Published 2018-05-21Version 1

This paper proposes some novel efficient and accurate adaptive two-grid (ATG) finite element algorithms for linear and nonlinear partial differential equations (PDEs). In these algorithms, they use the information of the solutions on k-th level adaptive meshes, instead of on the uniform meshes, to find the solutions on (k+1)-th level adaptive meshes. They transform the non-symmetric positive definite (non-SPD) PDEs into symmetric positive definite (SPD) PDEs, and transform the nonlinear PDEs into the linear PDEs. These algorithms have the following advantages: 1. Comparing with adaptive methods, they do not need to solve the nonlinear systems; 2. Comparing with two-grid methods, the degrees of freedom are largely reduced; 3. Comparing with the cases when uniform meshes are used for coarse level approximation, they are easily implemented; they are more efficient and accurate since only the interpolation of the solution on newly refined meshes needs to be computed, and the interpolation error is also reduced; they are especially efficient when many steps of mesh refinements are used since the computational cost of computing solutions on uniform meshes is large then. Next, this paper constructs a residue-type a posteriori error estimator for general non-SPD linear problems.

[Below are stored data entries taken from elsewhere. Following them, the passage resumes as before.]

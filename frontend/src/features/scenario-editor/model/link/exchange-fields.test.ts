import { describe, expect, test } from 'vitest';
import type { ExchangeDuration, LinkSettings } from '#common/engine/scenario/scenario.types.ts';
import { durationSchema, linkSettingsSchema } from '#common/schemas/scenario.schema.ts';
import { exchangeOfPattern, newExchange, withExchangeValue } from '../operations/exchange-operations.ts';
import { EXCHANGES, type PatternId } from './exchange-fields.table.ts';
import { describedText, type FieldDescriptor } from './field-descriptor.ts';
import { LINK_SECTIONS, NEW_PULLING, PULLING_FIELDS } from './link-fields.table.ts';
import { valueAt, withValueAt } from './link-values.ts';
import { CUSTOM_PHY_FIELDS, PHY_CHOICES, phyOfChoice } from './phy-choice.ts';
import { planOf } from './plan-of.ts';

const isPattern = (id: string): id is PatternId => id in EXCHANGES;
const PATTERNS = Object.keys(EXCHANGES).filter(isPattern);
const LINK: LinkSettings = { phy: 'oqpsk-2450' };

/** Values that a field takes: the ends of its range, or every choice. */
function samples(descriptor: FieldDescriptor): unknown[] {
  if (descriptor.type === 'choice') return descriptor.choices.map(({ value }) => value);
  const { min, max, above, whole } = descriptor.options;
  const low = min ?? (above === undefined ? 0 : above + (whole === true ? 1 : 0.001));
  const values = [low, max ?? low + 1];
  return descriptor.type === 'figure' ? values : values.map((typical) => ({ typical }));
}

describe('EXCHANGES', () => {
  test.each(PATTERNS)('begins a %s with figures that a document may hold and a plan can be made of', (pattern) => {
    const exchange = exchangeOfPattern(newExchange(LINK), pattern);
    expect(durationSchema.parse(exchange)).toEqual(exchange);
    expect(planOf(exchange, LINK)).toMatchObject({ kind: 'plan' });
  });

  test.each(PATTERNS)(
    'holds fields of a %s that a document takes at the ends of their ranges, and empty',
    (pattern) => {
      const exchange: ExchangeDuration = { kind: 'exchange', ...EXCHANGES[pattern].start };
      for (const descriptor of EXCHANGES[pattern].fields) {
        for (const value of samples(descriptor)) {
          const changed = withExchangeValue(exchange, descriptor.key, value);
          expect(durationSchema.safeParse(changed).error?.issues ?? []).toEqual([]);
          expect(describedText(descriptor, valueAt(changed, descriptor.key))).not.toBeNull();
        }
        const canBeEmpty = descriptor.type === 'choice' ? descriptor.absent !== undefined : descriptor.isOptional;
        const without = withExchangeValue(exchange, descriptor.key, undefined);
        if (canBeEmpty) expect(durationSchema.safeParse(without).success).toBe(true);
      }
    },
  );
});

describe('LINK_SECTIONS', () => {
  const fields = LINK_SECTIONS.flatMap((section) => section.fields);

  test('hold fields that a document takes at the ends of their ranges', () => {
    for (const descriptor of fields) {
      for (const value of samples(descriptor)) {
        const link = withValueAt<LinkSettings>(LINK, descriptor.key, value);
        expect(linkSettingsSchema.safeParse(link).error?.issues ?? []).toEqual([]);
      }
    }
  });

  test('tell what is assumed where nothing is set, and what is set where it is', () => {
    const wordsOf = (link: LinkSettings): string =>
      LINK_SECTIONS.flatMap(({ summary }) => summary(link).filter((words) => words !== undefined)).join(' ');
    expect(wordsOf(LINK)).toContain('busy 10\u00a0% assumed');
    expect(wordsOf({ ...LINK, busyProbability: { typical: 0.5 } })).toContain('busy 50 %');
  });

  test('begin the load on a crystal with all its figures', () => {
    expect(PULLING_FIELDS.every(({ key }) => valueAt({ crystal: { pulling: NEW_PULLING } }, key) !== undefined)).toBe(
      true,
    );
  });
});

describe('phyOfChoice', () => {
  test('begins a PHY of one’s own with the figures of the preset before it', () => {
    const phy = phyOfChoice('custom', 'sun-fsk-50');
    expect(phy).toMatchObject({ bitRateBps: 50_000, shrOctets: 6, phrOctets: 2 });
    expect(CUSTOM_PHY_FIELDS.every(({ key }) => valueAt({ phy }, key) !== undefined)).toBe(true);
  });

  test('gives every preset as it is named', () => {
    const presets = PHY_CHOICES.filter(({ value }) => value !== 'custom');
    expect(presets.map(({ value }) => phyOfChoice(value, undefined))).toEqual(presets.map(({ value }) => value));
  });
});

We prove the upper bound of the oscillation term, and this gets rid of the assumption that the oscillation term is a high order term (h.o.t.), which may not be true generally due to the low regularity of the numerical solution. Based on this result, the reliability and efficiency of the error estimator are established. Finally, the convergence of the error on the adaptive meshes is proved when bisection is used for the mesh refinement.